Höchstem Befehle gemäss wird <…> bemerkt, dass ein Inländer die zwei ersten Jahre seiner Studienzeit auf der Landesuniversität zuzubringen gesetzlich verpflichtet ist.

c) Verordnung des Ministeriums des Innern und der Justiz über die Prüfung der Reife; Darmstadt 30. Dezember 1824

<…> Verordnung, nach welcher alle in dem Grossherzogthum bestehende Gymnasien und Pädagogien, so wie alle Inländer, welche auf der Universität irgend eine Wissenschaft studiren wollen, sich zu achten haben.

1.) Jeder Inländer, der die hohe Schule beziehen will, welcher Wissenschaft er sich auch widmen mag, muss

a) der teutschen Sprache so weit mächtig sein, dass er über ein angemessenes Thema einen Aufsatz liefern kann, der frei von orthographischen und grammatischen Fehlern ist und Uebung in richtiger und klarer Darlegung der Gedanken bewährt;

b) im Lateinischen so geübt sein, dass er einen ihm dictirten oder vorgelegten teutschen Abschnitt sogleich lateinisch niederschreiben und nach vorgenommener eigener Durchsicht, Prüfung und Verbesserung grammatisch richtig liefern, auch aus einem schon gelesenen lateinischen Prosaiker oder Dichter einen Abschnitt richtig übersetzen und erklären kann;

c) im Griechischen so weit fortgeschritten sein, dass er aus einem schon gelesenen Prosaiker oder Dichter einen Abschnitt gut und richtig zu erklären im Stande ist;

d) in der Arithmetik, Geometrie, Universal-Geschichte und Geographie wohl unterrichtet sein.

5. <…>

Diejenigen <…>, welche entweder alle Classen eines Landes-Gymnasiums besucht, oder zwei Jahre in der obersten Classe des Gymnasiums und unter diesen wenigstens 1/2 Jahr auf der obersten Ordnung der obersten Classe zugebracht haben <…>, erhalten von den Directoren der Landes-Gymnasien, wenn diesen die Befugnis dazu eingeräumt ist, den zum Besuche der hohen Schule erforderlichen Exemtionsschein ohne eine weitere Prüfung.

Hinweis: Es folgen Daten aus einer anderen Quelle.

@pytest.mark.parametrize("system", [ColorSystem.TRUECOLOR, ColorSystem.EIGHT_BIT])
@pytest.mark.parametrize("role", [*ROLES, "short governs here", "plain edited", "short selected", "thin cursor"])
def test_every_role_has_a_contrast_of_at_least_seven(role: str, system: ColorSystem) -> None:
    style = Palette("colour").style(role)
    assert style.color is not None
    assert style.bgcolor is not None
    pair = [colour.downgrade(system).get_truecolor() for colour in (style.color, style.bgcolor)]
    dark, light = sorted(luminance(tuple(colour)) for colour in pair)
    assert (light + 0.05) / (dark + 0.05) >= 7  # WCAG 2.1, 1.4.6


def test_only_trouble_has_a_colour_of_its_own() -> None:
    for mode in ("colour", "ansi"):
        palette = Palette(mode)
        fine, thin, split, short = (palette.style(VERDICT_ROLES[v]) for v in ("clear", "thin", "split", "short"))
        assert len({fine, thin, short}) == 3
        assert split == short
        assert all(style.bgcolor == fine.bgcolor for style in (thin, split, short))


def test_without_colour_marks_bold_underline_and_reverse_remain() -> None:
    palette = Palette("mono")
    assert all(palette.style(role).color is None and palette.style(role).bgcolor is None for role in ROLES)
    laid = [palette.style(f"short {role}") for role in ("governs", "edited", "selected", "cursor")]
    assert len(set(laid)) == 4
    assert len(set(MARKS.values())) == len(MARKS)
    assert MARKS.keys() == VERDICT_ROLES.keys()


@pytest.mark.parametrize("role", ["vermilion", "", "plain shrt"])
def test_an_unknown_role_is_an_error(role: str) -> None:
    with pytest.raises(KeyError):
        Palette().style(role)


def test_the_mode_follows_the_terminal_and_no_color_wins() -> None:
    systems = ("truecolor", "256", "standard", None)
    assert [mode_for(system, False) for system in systems] == ["colour", "colour", "ansi", "mono"]
    assert {mode_for(system, True) for system in systems} == {"mono"}


def test_no_character_reaches_the_terminal_raw_or_takes_no_cell() -> None:
    for character in map(chr, [*range(0x20000), *range(0xE0000, 0xE1000)]):  # all planes with letters or controls
        shown = visible(character)
        assert (shown.isprintable(), cell_len(shown) >= 1, visible(shown) == shown) == (True, True, True), character


def test_marks_stand_on_letters_only_and_no_more_than_three() -> None:
    assert cell_len(visible("a" + "\u0316" * 1000)) == 998  # the others take a cell each
    assert visible("ก้อน") == "ก้อน"
    assert visible("\u0316a")[0] == visible(" \u0316")[1] == "�"
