void WearFilter::feed_mean(const Moments& m, bool compensating, bool settled) {
    const WearVector start = belief_.mean;
    Expected expected = expect(start, m, compensating);
    Sighting seen{expected.design, m.leakage_lpm - expected.leakage_lpm, noise_variance(m, expected.worn_lpm)};
    const double before = stats::innovation_variance(belief_, seen) - seen.variance;
    const double plain_surprise = std::abs(seen.innovation) / std::sqrt(before + seen.variance);
    seen.variance *= inflation();
    learn_misfit(plain_surprise);
    const double surprise = std::abs(seen.innovation) / std::sqrt(before + seen.variance);
    if (surprise > huber_limit) seen.variance = (before + seen.variance) * surprise / huber_limit - before;
    const bool relinearise = before > square(loose * expected.worn_lpm);
    for (int pass = 0; relinearise && pass < relinearisations; ++pass) {
        const WearVector gain = held(stats::best_gain(belief_, seen), settled);
        const double most = gain.cwiseAbs().maxCoeff() * std::abs(seen.innovation);
        const double bound = most > longest_step ? longest_step / most : 1.0;
        const WearVector trial = start + bound * seen.innovation * gain;
        expected = expect(trial, m, compensating);
        seen.design = expected.design;
        seen.innovation = m.leakage_lpm - expected.leakage_lpm - expected.design.dot(start - trial);
    }
    take(seen, settled);
}

// Three terms fit no pump exactly: gaps bend, and duty dwells where they do. What that adds to the scatter is learned,
// so that an hour at an unusual pressure is not taken for a change; a single wild hour hardly counts.
void WearFilter::learn_misfit(double surprise) {
    means_ = std::min(means_ + 1.0, misfit_memory);
    misfit_ += (square(std::min(surprise, most_misfit)) - misfit_) / means_;
}

// The covariance within a summary, turned to its own axes, where each axis is a sighting of its own of the slopes a w,
// b w and c w + dV n: free of zero and constants, and of dV where speed does not vary. By delivery without a speed
// sensor a swing says nothing: the motor slips more under load, and flow that is missing for that looks just like
// leakage.
void WearFilter::feed_contrasts(const Moments& m, bool settled) {
    if (basis_ == Basis::delivery && !spec_.has_speed_sensor) return;
    const Eigen::Matrix3d swings = feature_covariance(m);
    if (swings.trace() < square(least_swing)) return;
    const Eigen::SelfAdjointEigenSolver<Eigen::Matrix3d> axes(swings);
    const Eigen::Vector3d leakage = leakage_covariance(m);
    const double reference_speed = reference_.speed_rpm;
    for (int axis = 2; axis >= 0; --axis) {
        const double swing = std::sqrt(std::max(axes.eigenvalues()(axis), 0.0));
        if (swing < least_swing) return;  // ascending order: the rest are smaller
        const Eigen::Vector3d along = axes.eigenvectors().col(axis);
        const double worn = std::exp(belief_.mean(ln_wear) + belief_.mean(disturbance));
        Sighting seen;
        for (int i = 0; i < 3; ++i) seen.design(i) = swing * along(i) * worn * std::exp(belief_.mean(i));
        const double slip = seen.design.head<3>().sum();
        seen.design(ln_wear) = seen.design(disturbance) = slip;
        seen.design(displacement) = basis_ == Basis::delivery ? swing * along(2) * reference_speed / 1000.0 : 0.0;
        const double expected = slip + seen.design(displacement) * belief_.mean(displacement);
        seen.innovation = along.dot(leakage) / swing - expected;
        const double size = seen.design.head<3>().cwiseAbs().sum();
        seen.variance = square(2.0 * m.standard_error_lpm) + square(contrast_error * size) * (1.0 + contrasts_);
        const double spread = std::sqrt(stats::innovation_variance(belief_, seen));
        const double surprise = std::abs(seen.innovation) / spread;
        if (surprise > huber_limit) seen.variance += spread * spread * (surprise / huber_limit - 1.0);
        take(seen, settled);
        contrasts_ += 1.0;
    }
}

// Flow seen while stopped adds to the leakage seen by drain, and by delivery is taken from it. Below the meter's least
// flow it only says that the zero is small.
void WearFilter::feed_stop(const Summary& summary, bool settled) {
    if (summary.stop_count == 0 || !std::isfinite(summary.stop_flow_lpm) || spec_.case_flushing_lpm > 0.0) return;
    const FlowMeter& meter = basis_ == Basis::delivery ? spec_.delivery_meter : spec_.drain_meter;
    const double accuracy = std::sqrt(belief_.covariance(meter_zero, meter_zero));
    const double told = std::isfinite(meter.accuracy_lpm) ? meter.accuracy_lpm : accuracy;
    const bool too_little = std::abs(summary.stop_flow_lpm) < meter.least_lpm;
    Sighting seen;
    seen.design(meter_zero) = 1.0;
    seen.innovation = (basis_ == Basis::delivery ? -1.0 : 1.0) * summary.stop_flow_lpm - belief_.mean(meter_zero);
    seen.variance =
        square(stop_repeatability * told) + square(meter.resolution_lpm) + (too_little ? square(meter.least_lpm) : 0.0);
    if (seen.variance > 0.0) take(seen, settled);
}

// Which states a sighting may not move: the baseline once it is settled, the speed term until speed has varied.
WearVector WearFilter::held(WearVector gain, bool settled) const {
    if (settled) gain.head<5>().setZero();
    if (speed_.width() < std::log(speed_told_apart)) gain(ln_speed) = 0.0;
    return gain;
}

void WearFilter::take(const Sighting& seen, bool settled) {
    WearVector gain = held(stats::best_gain(belief_, seen), settled);
    double most = 0.0;
    for (int i = 0; i < wear_states; ++i)
        if (is_log(i)) most = std::max(most, std::abs(gain(i) * seen.innovation));
    if (most > longest_step) gain *= longest_step / most;
    stats::take_in(belief_, seen, gain);
    belief_.mean(pilot) = std::max(belief_.mean(pilot), 0.0);
    if (!settled) keep_from_healing();
}

// Wear does not heal, and at the end of run-in it is 1 by definition. What would pull it below that is a baseline that is still
// wrong, so the baseline moves: the mean is projected along its covariance onto ratio 1 (Simon 2010, from memory). Without
// it healthy pumps sank to 0.9 in their first two months, and stayed. Only so far: what reads still lower is no longer a first
// guess that was off but a meter or an oil, and stays to be seen.
void WearFilter::keep_from_healing() {
    const double below = belief_.mean(ln_wear);
    if (below >= 0.0 || lowered_ >= most_lowered) return;
    const double part = std::min(1.0, (most_lowered - lowered_) / -below);
    belief_.mean -= belief_.covariance.col(ln_wear) * (part * below / belief_.covariance(ln_wear, ln_wear));
    lowered_ -= part * below;
}

void WearFilter::remember(const Moments& m) {
    const double pressure = std::log(m.dp_bar);
    const double viscosity = std::log(m.viscosity_cst);
    const double swing = std::sqrt(std::max(m.dp_variance, 0.0)) / m.dp_bar;
    pressure_.widen(pressure + std::log1p(-std::min(swing, 0.9)), pressure + std::log1p(swing));
    viscosity_.widen(viscosity, viscosity);
    const double spread = std::sqrt(std::max(m.covariance[2], 0.0));
    const double scale = reference_.pressure_rise_bar / reference_.viscosity_pas;
    laminar_.widen(std::log(std::max(m.feature[0] - spread, 0.1 * m.feature[0]) * scale),
                   std::log((m.feature[0] + spread) * scale));
    speed_.widen(std::log(m.speed_rpm), std::log(m.speed_rpm));
}

void WearFilter::open_wear() {
    belief_.covariance(ln_wear, ln_wear) += jump_variance;
}

void WearFilter::open_for(const FactChange& change) {
    if (primed_) analytics::open_for(belief_, change, spec_, basis_);
}
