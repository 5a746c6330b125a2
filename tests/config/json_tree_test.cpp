#include "config/json_tree.hpp"

#include <gtest/gtest.h>

namespace slipledger::config {
namespace {

TEST(JsonTree, KnowsTheLineOfEachValue) {
    const JsonReading reading = read_json("{\n  \"a\": 1,\n\n  \"b\": [true,\n \"x\"]\n}");
    ASSERT_TRUE(reading.complete);
    EXPECT_EQ(reading.root.line, 1);
    EXPECT_EQ(reading.root.find("a")->line, 2);
    EXPECT_EQ(reading.root.find("b")->items[1].line, 5);
    EXPECT_EQ(reading.root.find("c"), nullptr);
}

TEST(JsonTree, AllowsBothKindsOfComment) {
    const JsonReading reading = read_json("// first\n{ /* inside */ \"a\": 1 // after\n}");
    ASSERT_TRUE(reading.complete);
    EXPECT_EQ(reading.root.find("a")->number, 1.0);
}

TEST(JsonTree, TellsASyntaxErrorByLineAndColumn) {
    const JsonReading reading = read_json("{\n  \"a\": 1\n  \"b\": 2\n}");
    EXPECT_FALSE(reading.complete);
    ASSERT_EQ(reading.faults.size(), 1U);
    const Fault& fault = reading.faults[0];
    EXPECT_EQ(fault.code, "syntax");
    EXPECT_EQ(fault.line, 3);
    EXPECT_EQ(fault.column, 5);  // the last letter of "b", which is where the reader knows
    EXPECT_NE(fault.found.find("expected"), std::string::npos) << fault.found;
}

TEST(JsonTree, TellsAnEmptyOrCutText) {
    for (const std::string_view text : {"", "{", "{\"a\":", "[1,2", "\"abc", "/* open", "{} {}"}) {
        const JsonReading reading = read_json(text);
        EXPECT_FALSE(reading.complete) << text;
        ASSERT_EQ(reading.faults.size(), 1U) << text;
        EXPECT_EQ(reading.faults[0].code, "syntax") << text;
        EXPECT_GT(reading.faults[0].line, 0) << text;
    }
}

TEST(JsonTree, RefusesAKeyWrittenTwiceAndKeepsTheFirst) {
    const JsonReading reading = read_json("{\"a\": {\"x\": 1,\n\"x\": {\"y\": 1, \"y\": [1]}},\n \"b\": 2}");
    ASSERT_TRUE(reading.complete);
    ASSERT_EQ(reading.faults.size(), 2U);
    EXPECT_EQ(reading.faults[0].pointer, "/a/x");
    EXPECT_EQ(reading.faults[0].line, 2);
    EXPECT_EQ(reading.faults[0].code, "duplicate-key");
    EXPECT_EQ(reading.faults[1].pointer, "/a/x/y");
    EXPECT_EQ(reading.root.find("a")->find("x")->number, 1.0);
    EXPECT_EQ(reading.root.find("b")->number, 2.0);
}

TEST(JsonTree, StopsAtHostileNesting) {
    const JsonReading reading = read_json(std::string(1'000'000, '['));
    EXPECT_FALSE(reading.complete);
    ASSERT_EQ(reading.faults.size(), 1U);
    EXPECT_NE(reading.faults[0].found.find("levels"), std::string::npos);
}

TEST(JsonTree, EscapesPointersAsRfc6901) {  // RFC 6901, section 3: ~ is ~0, / is ~1
    EXPECT_EQ(step_into("/tags", "a/b~c"), "/tags/a~1b~0c");
    EXPECT_EQ(step_into("/pumps", std::size_t{3}), "/pumps/3");
}

TEST(JsonTree, DescribesWhatStandsThere) {
    const JsonReading reading = read_json("[null, false, 1e3, \"x\", [1, 2], {}]");
    ASSERT_TRUE(reading.complete);
    const std::vector<std::string> wanted{"null", "false", "1e3", "\"x\"", "a list of 2", "an object"};
    for (std::size_t i = 0; i < wanted.size(); ++i) EXPECT_EQ(describe(reading.root.items[i]), wanted[i]);
}

}  // namespace
}  // namespace slipledger::config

d) Verfügung; Darmstadt 28. Dezember 1826

Nach einer höchsten Verfügung vom 28. December 1826 sollen die beim Abgange der Schüler ihnen mitgegebenen Zeugnisse nicht blos die Zeit, während welcher ein Schüler im Gymnasium Untericht erhalten, so wie die Classe und Ordnung, in welcher er zuletzt gesessen, angeben, sondern auch eine möglichst genaue und nach pflichtmässiger Ueberzeugung, so wie mit der grössten, keine persönliche Rücksichten kennenden Gewissenhaftigkeit zu entwerfende Charakteristik des abgehenden Schülers hinsichtlich seines Fleisses, seiner Anlagen, seiner Fortschritte, seiner Sittlichkeit, Ordnungsliebe, Folgsamkeit u. s. w. enthalten.

Überlieferung
Druck: Osterprogramm des Darmstädter Gymnasiums, 1830, S. 17 f.,19, 21 f., 26.